Fr J.Rousse-Lacordaire op

13 septembre 2010
Il y a vraiment de quoi s’étonner de l’admiration de Jésus pour la foi du centurion telle qu’elle s’exprime dans le message qu’il fait porter à Jésus par ses amis. En effet, le centurion explique que Jésus peut guérir le serviteur parce que lui, le centurion, qui est un subordonné, peut se faire obéir efficacement de ses propres subalternes. Autrement dit, il se compare à Jésus et le juge, d’une certaine manière, comparable à lui, en ce sens que Jésus serait lui aussi un subordonné qui pourrait donc se faire obéir de ses propres subalternes.
Si Jésus admire tant la foi cet homme qui le relègue à un rang relativement inférieur, c’est précisément parce que cet homme dit vrai : ami d’Israël (ce pourquoi Jésus se rend chez lui), il reconnaît en Jésus un homme totalement ordonné à la volonté de ce Dieu d’Israël qui veut le salut de tous, un homme en qui le salut est en quelque sorte déjà donné et qui ne peut faire autrement que de le donner parce que telle est la volonté du Père.

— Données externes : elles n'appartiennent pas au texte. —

from dataclasses import dataclass
from math import degrees, isfinite, sqrt

import numpy as np

from simimg.air.windows import shut_parts, shut_share
from simimg.assembly.atmosphere import air_figures, scene_layers
from simimg.assembly.brightness import (
    dark_electrons,
    exposure_time,
    sky_electrons,
    zero_point,
)
from simimg.assembly.colours import scene_band
from simimg.assembly.correction import correction_figures, sensor_photons
from simimg.assembly.objects import inventory
from simimg.assembly.orbits import scene_year
from simimg.assembly.train import Train, assemble_train, half_light_width
from simimg.camera.converter import converter_top
from simimg.imaging.grid import peak_share
from simimg.optics.wavefront import marechal_holds, marechal_strehl, steepest_step
from simimg.scene.camera import Camera
from simimg.scene.file import defaults_used, scene_id
from simimg.scene.model import Scene

SIMULATION_NOTE = (
    "Every frame is a simulation: limits and exposure times are estimates for planning, to be "
    "confirmed with the observatory."
)
LASER_NOTE = (
    "Lasers above the horizon need the leave of the aviation and laser-clearance authorities and "
    "trained staff; local rules govern."
)
SUN_NOTE = (
    "Never point an unfiltered telescope or eye at or near the Sun; follow the observatory's rules "
    "and use certified solar filters."
)


@dataclass(frozen=True)
class Description:
    """What a scene means.

    Attributes
    ----------
    lines : tuple of (str, str, str)
        Name, value with its unit, and a remark that may be empty.
    defaults : tuple of (str, str, str)
        Key, the value used in its absence, and what that means.
    warnings : tuple of str
        What will bite.
    cautions : tuple of str
        What could hurt someone, and that it is a simulation.
    values : dict
        The derived figures for programs; units in the names.
    """

    lines: tuple[tuple[str, str, str], ...]
    defaults: tuple[tuple[str, str, str], ...]
    warnings: tuple[str, ...]
    cautions: tuple[str, ...]
    values: dict[str, object]

    def to_dict(self) -> dict[str, object]:
        """The same for JSON."""
        return {
            **self.values,
            "defaults": [
                {"key": key, "value": value, "meaning": meaning}
                for key, value, meaning in self.defaults
            ],
            "cautions": list(self.cautions),
        }


def describe(scene: Scene) -> Description:
    """Work out what a scene means.

    Raises
    ------
    InputError
        A pupil map that cannot serve, or an image quality sharper than diffraction.
    """
    train = assemble_train(scene)
    lines = [*_light_lines(scene, train), *_air_lines(scene, train), *_camera_lines(scene, train)]
    return Description(
        lines=tuple(lines),
        defaults=tuple(defaults_used(scene)),
        warnings=tuple(_warnings(scene, train)),
        cautions=cautions(scene),
        values=_values(scene, train),
    )


def cautions(scene: Scene) -> tuple[str, ...]:
    """What must be said beside any product of a scene."""
    found = []
    if names_the_sun(scene):
        found.append(SUN_NOTE)
    if scene.correction is not None and scene.correction.guide == "laser":
        found.append(LASER_NOTE)
    return (*found, SIMULATION_NOTE)


def names_the_sun(scene: Scene) -> bool:
    """True where a scene speaks of the Sun: its title, an object's label, or sunlight outright.

    The scene does not know where the Sun stands, so that words and brightness must do: nothing but
    the Sun is brighter than magnitude -14.
    """
    texts = [scene.title or "", *[one.label or "" for one in scene.objects]]
    words = {w.strip(".,;:!?()[]\"'").lower() for text in texts for w in text.split()}
    bright = any((getattr(one, "magnitude", None) or 0.0) < -14.0 for one in scene.objects)
    return bright or bool(words & {"sun", "solar", "sunspot", "sunspots", "photosphere"})


def wavelength_text(length: float) -> str:
    """A wavelength (m) in nm, or beyond 10 um in what keeps it short."""
    units = ((1.0, "m"), (1e-2, "cm"), (1e-3, "mm"), (1e-6, "um"))
    size, name = next((one for one in units if length >= one[0] * 0.999999), (1e-9, "nm"))
    if length < 1e-5:
        size, name = 1e-9, "nm"
    return f"{length / size:.5g} {name}"


def _arcsec(angle: float) -> float:
    return degrees(angle) * 3600.0


def _light_lines(scene: Scene, train: Train) -> list[tuple[str, str, str]]:
    band = scene_band(scene)
    zero = zero_point(scene, area=train.pupil.area, airmass=train.airmass)
    what = "electrons" if scene.camera is not None else "photons"
    return [
        (
            "band",
            f"{band.name or 'by centre and width'}, {wavelength_text(band.centre)}, "
            f"{wavelength_text(band.width)} wide",
            f"{scene.band.resolved_system} magnitudes; {_nodes(train)}",
        ),
        ("collecting area", f"{train.pupil.area:.4g} m2", "obstruction and vanes taken off"),
        (
            "zero point",
            f"{zero:.4g} {what}/s",
            "of magnitude 0 above the air, at the detector",
        ),
        (
            "diffraction FWHM",
            f"{_arcsec(half_light_width(train.optics)):.4g} arcsec",
            f"lambda/D is {_arcsec(train.wavelength / scene.telescope.aperture):.4g} arcsec",
        ),
        *_wavefront_lines(train),
    ]


def _nodes(train: Train) -> str:
    count = train.wavelengths.size
    return "the PSF is that of the centre" if count == 1 else f"the PSF is of {count} wavelengths"


def _wavefront_lines(train: Train) -> list[tuple[str, str, str]]:
    rms, wavelength = train.aperture.rms, train.wavelength
    if rms == 0.0:
        return []
    strehl = marechal_strehl(rms, wavelength)
    remark = f"{rms / wavelength:.2g} waves: a Strehl ratio of {strehl:.3g} by Marechal's formula"
    if not marechal_holds(rms, wavelength):
        remark = f"{rms / wavelength:.2g} waves, beyond the range of Marechal's formula"
    return [("wavefront", f"{rms * 1e9:.4g} nm rms", remark)]


def _air_lines(scene: Scene, train: Train) -> list[tuple[str, str, str]]:
    if train.fried is None or train.seeing is None:
        return [("air", "none", "above the atmosphere")]
    lines = [
        ("airmass", f"{train.airmass:.4g}", ""),
        (
            "seeing",
            f"{_arcsec(train.seeing):.4g} arcsec",
            "FWHM at 500 nm, at the zenith, for an infinite outer scale",
        ),
        ("Fried's r0", f"{train.fried * 100.0:.4g} cm", "in this band, at this airmass"),
        *_layer_lines(scene, train),
        *_correction_lines(scene, train),
        (
            "image quality",
            f"{_arcsec(half_light_width(train.focal)):.4g} arcsec",
            "FWHM delivered at the focal plane, without pixel",
        ),
    ]
    if train.dispersion > 0.0:
        lines.append(
            (
                "dispersion",
                f"{_arcsec(train.dispersion):.3g} arcsec",
                "by refraction, between the images of the band's edges",
            )
        )
    return lines


def _layer_lines(scene: Scene, train: Train) -> list[tuple[str, str, str]]:
    """How fast the air changes, and over which angle."""
    figures = air_figures(scene.air, train.fried)
    if figures is None:
        return []
    count = len(scene_layers(scene.air))
    of = "of one layer of turbulence" if count == 1 else f"of {count} layers of turbulence"
    time, angle = figures.coherence_time_ms, figures.isoplanatic_angle_arcsec
    return [
        (
            "coherence time",
            f"{time:.3g} ms" if isfinite(time) else "infinite",
            f"0.314 r0 over the wind, {of}" if isfinite(time) else "nothing moves",
        ),
        (
            "isoplanatic angle",
            f"{angle:.3g} arcsec" if isfinite(angle) else "infinite",
            "0.314 r0 over the distance of the layers"
            if isfinite(angle)
            else "all turbulence lies at the telescope",
        ),
    ]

Foi admirable donc, et admirée par Jésus, que celle-ci qui ne doute pas du salut, qui le demande et qui l’accueille ; foi d’autant plus admirable encore, et d’autant plus admirée par Jésus qu’elle s’exerce au profit d’un autre, d’un inférieur, d’un esclave, faisant ainsi du centurion l’intercesseur et l’intermédiaire de cette grâce.
Nous savons, nous, que Jésus n’est pas un subalterne : par conséquent, combien plus grande devrait être notre foi, et combien plus efficace pour nos frères notre intercession.